Start of Block
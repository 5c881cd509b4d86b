"""TSV with a JSON sidecar: the table that ``place`` writes. RAS, mm; quaternions w x y z; ``n/a`` for missing.

The stimulation extension of BIDS (BEP 037) is a proposal whose names still change: the sidecar carries a schema version
of its own and claims no conformance.
"""

from __future__ import annotations

import json
from collections.abc import Sequence
from pathlib import PurePath
from typing import Any, Final

import numpy as np

from ..errors import InputError
from ..frames import matrix_from_quaternion
from ..pose_list import ORIGINS, PoseList
from ..tables import Column, column_texts, floats, read_tsv, sidecar_bytes, to_tsv

SCHEMA: Final = "coilwright poses 1"
POSE_COLUMNS: Final = ("x_mm", "y_mm", "z_mm", "qw", "qx", "qy", "qz")

COLUMNS: Final[dict[str, Column]] = {
    "pose": Column("Name of the pose, unique in the table"),
    "target": Column("Name of the target that the pose is for; n/a for region poses"),
    "x_mm": Column("Centre of the contact face, head frame, to the subject's right", "mm"),
    "y_mm": Column("Centre of the contact face, head frame, anterior", "mm"),
    "z_mm": Column("Centre of the contact face, head frame, superior", "mm"),
    "qw": Column("Rotation of head_from_coil as unit quaternion, real part, zero or more"),
    "qx": Column("Rotation of head_from_coil as unit quaternion, x"),
    "qy": Column("Rotation of head_from_coil as unit quaternion, y"),
    "qz": Column("Rotation of head_from_coil as unit quaternion, z"),
    "scalp_mm": Column("Least distance of the contact face's centre to the scalp", "mm"),
    "clearance_mm": Column("Least distance of the whole casing, handle included, to scalp and keep-outs", "mm"),
    "target_depth_mm": Column("Distance from the contact face's centre to the target", "mm"),
    "projection_deg": Column("How far the given direction stood out of the plane that touches the scalp", "degrees"),
    "direction_error_deg": Column(
        "Angle between the wanted direction and the field of the stimulating phase at the target", "degrees"
    ),
    "field_per_slope": Column(
        "Field of the stimulating phase at the target along the wanted direction, for 1 A/us of coil current change",
        "V/m per A/us",
    ),
    "tilt_clear_deg": Column("Smallest tilt in tilt.tsv, the tilt limit if nothing blocks", "degrees"),
    "reachable": Column(
        "Whether the clearance holds", levels={"yes": "the casing gets there", "no": "it does not; see reason"}
    ),
    "reason": Column("Why a pose cannot be reached: the distance and what is in the way"),
}


def frame_note(poses: PoseList) -> dict[str, Any]:
    """Return what holds for every row: frame, unit, order, which way the coil stands."""
    half_turn = "stands turned by 180 degrees, because the second phase of its pulse stimulates"
    return {
        "Schema": SCHEMA,
        "Frame": {
            "name": "head",
            "axes": "RAS",
            "unit": "mm",
            "origin": poses.origin,
            "transform": "head_from_coil: p_head = M p_coil",
            "quaternion": "w x y z, w zero or more",
            "coil_axes": "+z leaves the contact face towards the head; +x is the direction of the field induced below"
            " the origin while the coil current first rises; +y = z cross x",
        },
        "Coil": {
            "name": poses.coil or "n/a",
            "half_turn_for_second_phase": poses.turned,
            "half_turn_in_words": f"the coil {half_turn}" if poses.turned else "the coil stands by its first phase",
        },
    }


def write(poses: PoseList, name: str) -> dict[str, bytes]:
    """Return the table and its sidecar as files.

    Parameters
    ----------
    poses : PoseList
    name : str
        File name of the table; the sidecar's ends in ``.json`` instead.

    Examples
    --------
    >>> sorted(write(PoseList.of(["a"], np.eye(4)[None], "scanner"), "poses.tsv"))
    ['poses.json', 'poses.tsv']
    """
    numbers = np.concatenate([poses.pose.origin, poses.pose.quaternion_wxyz], axis=1)
    cells: dict[str, Sequence[str]] = {"pose": poses.names}
    if "target" in poses.columns:
        cells["target"] = poses.columns["target"]
    cells |= {column: column_texts(numbers[:, i]) for i, column in enumerate(POSE_COLUMNS)}
    cells |= {column: poses.columns[column] for column in poses.columns if column != "target"}
    described = {column: COLUMNS.get(column, Column("As imported")) for column in cells}
    sidecar = PurePath(name).with_suffix(".json").name
    return {name: to_tsv(cells), sidecar: sidecar_bytes(described, frame_note(poses))}


def read(data: bytes, name: str, sidecar: bytes | None) -> PoseList:
    """Read a pose table with its sidecar.

    Raises
    ------
    InputError
        A missing column, numbers that are none, quaternions off unit length, or no sidecar: without it the frame is not
        known, and poses of unknown frames are refused.
    """
    table = read_tsv(data, name, ["pose", *POSE_COLUMNS])
    note, coil = _sidecar(sidecar, name)
    numbers = np.stack([floats(table[c], name, c) for c in POSE_COLUMNS], axis=1)
    try:
        matrices = matrix_from_quaternion(numbers[:, 3:], numbers[:, :3])
        return PoseList.of(
            table["pose"],
            matrices,
            note["origin"],
            coil="" if coil.get("name") in (None, "n/a") else str(coil["name"]),
            turned=coil.get("half_turn_for_second_phase") is True,
            columns={c: cells for c, cells in table.items() if c not in ("pose", *POSE_COLUMNS)},
        )
    except InputError as error:
        raise InputError(*(f"{name}: {line}" for line in error.lines)) from None


def _sidecar(data: bytes | None, name: str) -> tuple[dict[str, Any], dict[str, Any]]:
    beside = PurePath(name).with_suffix(".json").name
    if data is None:
        raise InputError(f"{name}: its sidecar {beside} is missing; without it the poses' frame is not known")
    try:
        content = json.loads(data)
        frame, coil = content["Frame"], content.get("Coil", {})
        found = (frame["axes"], frame["unit"], frame["name"], frame["origin"] in ORIGINS, isinstance(coil, dict))
    except (ValueError, KeyError, TypeError) as error:
        raise InputError(
            f"{beside}: not a sidecar of poses ({error!r}); expected Frame with axes, unit, origin"
        ) from None
    if found != ("RAS", "mm", "head", True, True):
        raise InputError(f"{beside}: expected a head frame in RAS and mm with a named origin, got {frame}")
    return frame, coil
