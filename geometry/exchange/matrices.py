"""JSON with 4x4 matrices: ``head_from_coil``, row-major, column vectors, mm, the frame named in the file."""

from __future__ import annotations

import json
from typing import Any

import numpy as np

from ..errors import InputError
from ..pose_list import PoseList
from ..tables import json_bytes


def write(poses: PoseList, name: str) -> dict[str, bytes]:
    """Return the file.

    Examples
    --------
    >>> b'"unit": "mm"' in write(PoseList.of(["a"], np.eye(4)[None], "scanner"), "m.json")["m.json"]
    True
    """
    content = {
        "frame": "head",
        "axes": "RAS",
        "origin": poses.origin,
        "unit": "mm",
        "order": "row-major; p_head = M p_coil with column vectors",
        "coil": poses.coil or None,
        "half_turn_for_second_phase": poses.turned,
        "head_from_coil": {
            pose: (matrix + 0.0).tolist() for pose, matrix in zip(poses.names, poses.pose.matrix, strict=True)
        },
    }
    return {name: json_bytes(content)}


def read(data: bytes, name: str) -> PoseList:
    """Read the file back.

    Raises
    ------
    InputError
        Not such a file, a name that is there twice, a matrix that is not rigid.
    """

    def unique(pairs: list[tuple[str, Any]]) -> dict[str, Any]:
        keys = [key for key, _ in pairs]
        twice = sorted({key for key in keys if keys.count(key) > 1}) if len(set(keys)) < len(keys) else []
        if twice:
            raise InputError(f"{name}: {twice[0]!r} is there twice; names must be unique")
        return dict(pairs)

    try:
        content = json.loads(data, object_pairs_hook=unique)
        frame = (content["frame"], content["axes"], content["unit"])
        matrices, origin = content["head_from_coil"], content["origin"]
        names, values = list(matrices), np.array([_numbers(rows) for rows in matrices.values()], dtype=np.float64)
    except InputError:
        raise
    except (ValueError, KeyError, TypeError, AttributeError, RecursionError, OverflowError) as error:
        raise InputError(f"{name}: not a file of matrices ({error!r})") from None
    if frame != ("head", "RAS", "mm"):
        raise InputError(f"{name}: expected frame head, axes RAS, unit mm; got {', '.join(map(str, frame))}")
    try:
        return PoseList.of(
            names,
            values,
            origin,
            coil=str(content.get("coil") or ""),
            turned=content.get("half_turn_for_second_phase") is True,
        )
    except InputError as error:
        raise InputError(*(f"{name}: {line}" for line in error.lines)) from None


def _numbers(rows: Any) -> Any:
    """Rows of plain numbers; text and true or false are refused, not turned into numbers."""
    for row in rows:
        if any(type(value) not in (int, float) for value in row):
            raise TypeError(f"expected rows of four numbers, got {row!r:.80}")
    return rows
End of Block
Wherever the word "content" turns up in the records, copy out the line it is on.

        content = json.loads(data)
        frame, coil = content["Frame"], content.get("Coil", {})
    content = {
    return {name: json_bytes(content)}
        content = json.loads(data, object_pairs_hook=unique)
        frame = (content["frame"], content["axes"], content["unit"])
        matrices, origin = content["head_from_coil"], content["origin"]
            coil=str(content.get("coil") or ""),
            turned=content.get("half_turn_for_second_phase") is True,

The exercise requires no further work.